Koldo Obieta

Personal information
- Full name: Koldo Obieta Alberdi
- Date of birth: 8 October 1993 (age 32)
- Place of birth: Guernica, Spain
- Height: 1.87 m (6 ft 2 in)
- Position: Forward

Team information
- Current team: Kitchee
- Number: 21

Youth career
- Gernika

Senior career*
- Years: Team / Apps / (Gls)
- 2012–2015: Gernika / 75 / (7)
- 2015–2016: Zamudio / 28 / (17)
- 2016–2017: Amorebieta / 31 / (11)
- 2017–2019: Vitoria / 62 / (9)
- 2019–2020: Tudelano / 28 / (4)
- 2020–2022: Amorebieta / 64 / (11)
- 2022–2023: Miedź Legnica / 30 / (3)
- 2022: Miedź Legnica II / 1 / (3)
- 2023–2024: Alcorcón / 29 / (1)
- 2024–2025: Real Unión / 34 / (4)
- 2025–2026: Kerala Blasters / 0 / (0)
- 2026: Borneo Samarinda / 16 / (9)
- 2026–: Kitchee / 3 / (2)

= Koldo Obieta =

Spanish footballer

Koldo Obieta Alberdi (born 8 October 1993) is a Spanish professional footballer who currently plays as a forward for Hong Kong Premier League club Kitchee.

==Club career==
Born in Guernica, Biscay, Basque Country, Obieta finished his formation with hometown side Gernika Club. After making his first team debut in the 2011–12 season, he left the club in 2015, after achieving promotion from Tercera División.

On 3 July 2015, Obieta signed for Zamudio SD also in the fourth division, and scored 17 goals during the campaign as his side also achieved promotion. On 8 July 2016, he agreed to a deal with Segunda División B side SD Amorebieta.

On 17 July 2017, Obieta moved to SD Eibar and was assigned to the farm team also in the third level. On 5 July 2019, after suffering relegation, he joined CD Tudelano in the same category.

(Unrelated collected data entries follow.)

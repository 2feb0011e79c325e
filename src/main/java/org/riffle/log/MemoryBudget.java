package org.riffle.log;

/**
 * When riffle reads a log in reduced form ({@link Reduction}) and how many rows it then keeps at full
 * resolution, so that the reading and the analysis of what is kept both fit the heap.
 *
 * <p>The budget is the heap free when reading starts, less {@link #RESERVE} for the program itself
 * (or {@link ReadOptions#memoryBytes()} when given). A log is read whole while its rows fit at twice
 * their samples and time (the columns are copied once as they grow or are trimmed): the recording's
 * own size against the heap, with that margin. Past it the log is reduced, and the rows kept then cost
 * that plus {@link #ANALYSIS_PER_ROW} bytes each for the analysis: the {@code double} copies of the channels being judged (two at a time) and the
 * engines' working arrays. That figure is measured, not derived: {@code riffle report} of a log of 8
 * channels ran out of a 64 MiB heap with about 300,000 rows kept (samples 14 MiB) and of a 128 MiB heap
 * with 740,000 (35 MiB), and completed with 166,000 rows in 64 MiB and 400,000 in 128 MiB (2 cores,
 * Java 17, 2026-12); 192 bytes a row keeps below the failures with a margin, and the end-to-end test
 * {@code BigLogIT} reads a log larger than a 64 MiB heap under {@code -Xmx64m}.
 *
 * <p>Stateless and thread-safe.
 */
final class MemoryBudget {
    /** Heap left for the program, its libraries and the screen. */
    static final long RESERVE = 16L << 20;
    /**
     * Bytes the analysis takes for each kept row, whatever the number of channels (see above): measured
     * with two workers; the analysis runs one worker per core, so more cores hold more copies at once.
     */
    static final int ANALYSIS_PER_ROW = 192;
    /** Fewest rows kept, however short memory is. */
    static final int MIN_ROWS = 64;

    private MemoryBudget() {
    }

    /** The budget: as the options say, else the free heap less {@link #RESERVE} (at least 1 MiB). */
    static long of(ReadOptions opt) {
        if (opt.memoryBytes().isPresent()) {
            return opt.memoryBytes().getAsLong();
        }
        Runtime rt = Runtime.getRuntime();
        long free = rt.maxMemory() - (rt.totalMemory() - rt.freeMemory());
        return Math.max(1L << 20, free - RESERVE);
    }

    /** The heap limit of this JVM. */
    static long heap() {
        return Runtime.getRuntime().maxMemory();
    }

    /** Bytes a row of {@code values} columns costs while reading: its samples, a time and a line number. */
    static long rowBytes(int values) {
        return 4L * values + 16;
    }

    /** Bytes a row costs from reading to the end of the analysis, on this machine's cores. */
    static long keptRowBytes(int values) {
        int workers = Math.max(2, Runtime.getRuntime().availableProcessors());
        return 2 * rowBytes(values) + (long) ANALYSIS_PER_ROW * workers / 2;
    }

    /**
     * Rows read whole when they fit {@code budget} after {@code blockBytes} for the block statistics,
     * twice their samples and time each (the recording and one copy); more, and the log is reduced.
     */
    static int rowCap(long budget, long blockBytes, int values, int maxRows) {
        long rows = (budget - blockBytes) / (2 * rowBytes(values));
        return (int) Math.max(MIN_ROWS, Math.min(maxRows, rows)) & ~1;
    }

    /** Rows a reduced log keeps at full resolution: room for the analysis too (at most {@code rowCap}). */
    static int keepCap(long budget, long blockBytes, int values, int rowCap) {
        long rows = (budget - blockBytes) / keptRowBytes(values);
        return (int) Math.max(MIN_ROWS, Math.min(rowCap, rows)) & ~1;
    }

    /** The heap that reads and analyses {@code rows} rows of {@code values} columns whole. */
    static long wholeHeap(long rows, int values) {
        return rows * keptRowBytes(values) + 2 * RESERVE;
    }
}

On 10 July 2020, Obieta returned to Amorebieta, and scored four goals during the campaign as his club achieved a first-ever promotion to Segunda División. He made his professional debut at the age of 27 on 23 August 2021, coming on as a late substitute for Iñigo Orozco in a 0–2 away loss against CD Mirandés.

On 20 June 2022, after trying to secure a move to Poland in order to stay closer to his girlfriend, Obieta joined newly-promoted Ekstraklasa side Miedź Legnica on a two-year deal. He left the team by mutual consent on 31 July of the following year, and signed for AD Alcorcón in the second division just hours later.

On 10 July 2024, Obieta signed for Real Unión.

On 3 October 2025, Obieta joined Indian Super League club Kerala Blasters FC for the 2025–26 season. He scored on his debut, in the Super Cup against Rajasthan United. He scored a brace in his second game, against SC Delhi.

On 21 July 2026, Obieta joined Hong Kong Premier League club Kitchee.